4. Performance (Medium)
- N+1 query?
- Unnecessary nested loops?
- Cache miss for something worth caching?
- Bundle size impact (frontend)?
5. Maintainability (Medium)
- Is naming clear?
- Is the function too long? (Reference:
coding-standards.md line 11 — <50 ideal, >100 suggest splitting)
- Are there duplicate code segments elsewhere in the codebase (suggestion: use Grep to find patterns)?
- Do comments explain WHY or just repeat WHAT?
- Code comments compliance: read comments in modified files — verify changes do not contradict guidance in existing comments (e.g., a comment says "must be called before X" but the diff removes that call).
6. CLAUDE.md / REVIEW.md Compliance (Low)
- If CLAUDE.md or REVIEW.md has specific rules → check whether the diff violates them.
- Only flag when the guideline explicitly mentions that issue (do not infer broadly).
- Compliance violations → severity 🟡 (non-blocking), unless the guideline explicitly states it is blocking.
7. Style (Low)
- Following codebase convention?
- Correct formatting (project formatter)?
- Lint passing?
Step 4: Present results
Standard format:
## Summary
[1-2 sentences: what this code does, whether it should be merged, scale of changes]
## 🔴 Must fix (blocking)
- **<file>:<line>** — <brief issue>
→ <specific fix suggestion, with code if possible>
## 🟡 Should fix (non-blocking but worth doing)
- ...
## 🟢 Suggestions (optional)
- ...
## ✅ Strengths
- [Brief praise — important for balanced feedback]
Rules:
- Each finding must have a specific location (file:line) and a fix suggestion.
- Confidence scoring: only report findings with confidence ≥80%. Self-assess using this rubric: 100 = certain bug/vulnerability, 75 = very likely wrong, 50 = possibly wrong but needs more context, 25 = style suggestion only, 0 = uncertain. Findings <80% → drop or move to 🟢 Suggestions.
- Do NOT nitpick style if a formatter is in use — the formatter handles it automatically.
- Do NOT suggest rewrites as "do it differently" if it is merely a preference.
- Do NOT flag pre-existing issues (old code not in the diff) unless the diff makes them a problem.
- Do NOT flag issues that linter/typecheck will catch (CI handles those).
- Do NOT flag intentional behavior changes already explained in the commit message/PR description.
- Do NOT flag code that has a lint-ignore comment (already acknowledged).
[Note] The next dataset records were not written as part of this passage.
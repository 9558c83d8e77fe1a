"""``foldline keys``: create, list and revoke API keys, straight in the store.

This is how the first admin key comes to exist; later keys can also be made over HTTP by an
admin. ``keys create`` prints the new key on stdout (alone, so scripts can capture it) and
a reminder on stderr: the key is shown this once, only its hash is stored. Exit codes: 0
done, 2 an error (one line on stderr).
"""

from __future__ import annotations

import argparse
import sys
from collections.abc import Callable

from sqlalchemy.orm import Session, sessionmaker

from service.cli.store import operator
from service.errors import ServiceError
from service.settings import InvalidSettingsError
from service.usecases.keys import ROLES, all_keys, create_api_key, revoke_api_key
from service.usecases.store import URL_SETTING, open_store
from storage.errors import StorageError

Output = tuple[str, str | None]
"""What a command prints: stdout text, and a note for stderr."""


def register(subparsers: argparse._SubParsersAction[argparse.ArgumentParser]) -> None:
    """Add the ``keys`` command group."""
    keys = subparsers.add_parser("keys", help="manage API keys")
    commands = keys.add_subparsers(dest="keys_command", required=True, metavar="COMMAND")
    create = commands.add_parser("create", help="create a key and print it (shown once)")
    create.add_argument("--role", required=True, choices=ROLES, help="what the key may do")
    create.add_argument("--name", required=True,
                        help="who holds it; names the actor in the audit log, never reused")
    create.add_argument("--scope", metavar="PREFIX",
                        help="submitter keys only: the series-key prefix the key's team owns "
                        "(e.g. sales/north/); it writes only series under it. Default: global")
    create.set_defaults(handler=keys_create)
    listing = commands.add_parser("list", help="list keys, revoked ones included")
    listing.set_defaults(handler=keys_list)
    revoke = commands.add_parser("revoke", help="revoke a key by its id")
    revoke.add_argument("key_id", help="the id shown by 'keys list' (fl_<id>.<secret>)")
    revoke.set_defaults(handler=keys_revoke)
    for parser in (create, listing, revoke):
        parser.add_argument("--database-url", metavar="URL",
                            help=f"SQLAlchemy URL of the store (default: ${URL_SETTING})")


def keys_create(args: argparse.Namespace) -> int:
    """Create a key and print its token."""
    def create(sessions: sessionmaker[Session]) -> Output:
        key, token = create_api_key(sessions, name=args.name, role=args.role,
                                    actor=operator(), scope=args.scope)
        return token.text, (f"created key {key.id} for {key.name} ({key.role}, "
                            f"{_scope_text(key.scope)}); store it now: it is not shown again")
    return _in_store(args, create)


def keys_list(args: argparse.Namespace) -> int:
    """Print every key: id, role, name, scope, created, state."""
    def show(sessions: sessionmaker[Session]) -> Output:
        lines = []
        for key in all_keys(sessions):
            state = "active" if key.active else f"revoked {key.revoked_at:%Y-%m-%d %H:%M}Z"
            lines.append(f"{key.id}  {key.role:<9}  {key.name}  {_scope_text(key.scope)}  "
                         f"created {key.created_at:%Y-%m-%d} by {key.created_by}  {state}")
        return "\n".join(lines), None
    return _in_store(args, show)


def keys_revoke(args: argparse.Namespace) -> int:
    """Revoke a key."""
    def revoke(sessions: sessionmaker[Session]) -> Output:
        key = revoke_api_key(sessions, args.key_id, actor=operator())
        return f"key {key.id} of {key.name} is revoked", None
    return _in_store(args, revoke)


def _in_store(args: argparse.Namespace, work: Callable[[sessionmaker[Session]], Output]) -> int:
    """Run ``work`` on the store; print its output only once its transaction is committed."""
    try:
        with open_store(args.database_url) as sessions:
            out, note = work(sessions)
    except (StorageError, ServiceError, InvalidSettingsError) as exc:
        print(f"foldline: error: {' '.join(str(exc).split())}", file=sys.stderr)
        return 2
    if out:
        print(out)
    if note:
        print(note, file=sys.stderr)
    return 0


def _scope_text(scope: str | None) -> str:
    return f"scope {scope}" if scope else "global"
- If everything looks fine → clearly state "No blocking issues, ready to merge." Do not fabricate problems.
Step 5: Follow-up question
After delivering results, ask: "Do you need specific diffs for the 🔴 issues, or is the list sufficient?"
This skill is read-only (frontmatter allowed-tools does not include Edit/Write). Diff output is a text suggestion in chat — user copies/applies it. To auto-apply, use the /refactor skill or a subagent with Edit/Write.
Gotchas
- Race conditions, off-by-one, memory leaks: not obvious from the diff. Read SURROUNDING CONTEXT, not just changed lines.
- Security holes (SQLi, XSS, IDOR, SSRF): check input validation + auth checks; do not trust a diff that "looks OK".
- Test coverage ≠ quality: tests may test the wrong thing. Read test assertions, not just coverage %.
- Style nit priority is LOWEST: flag them but do not block the PR if the logic is correct. Prioritize bug + security fixes first.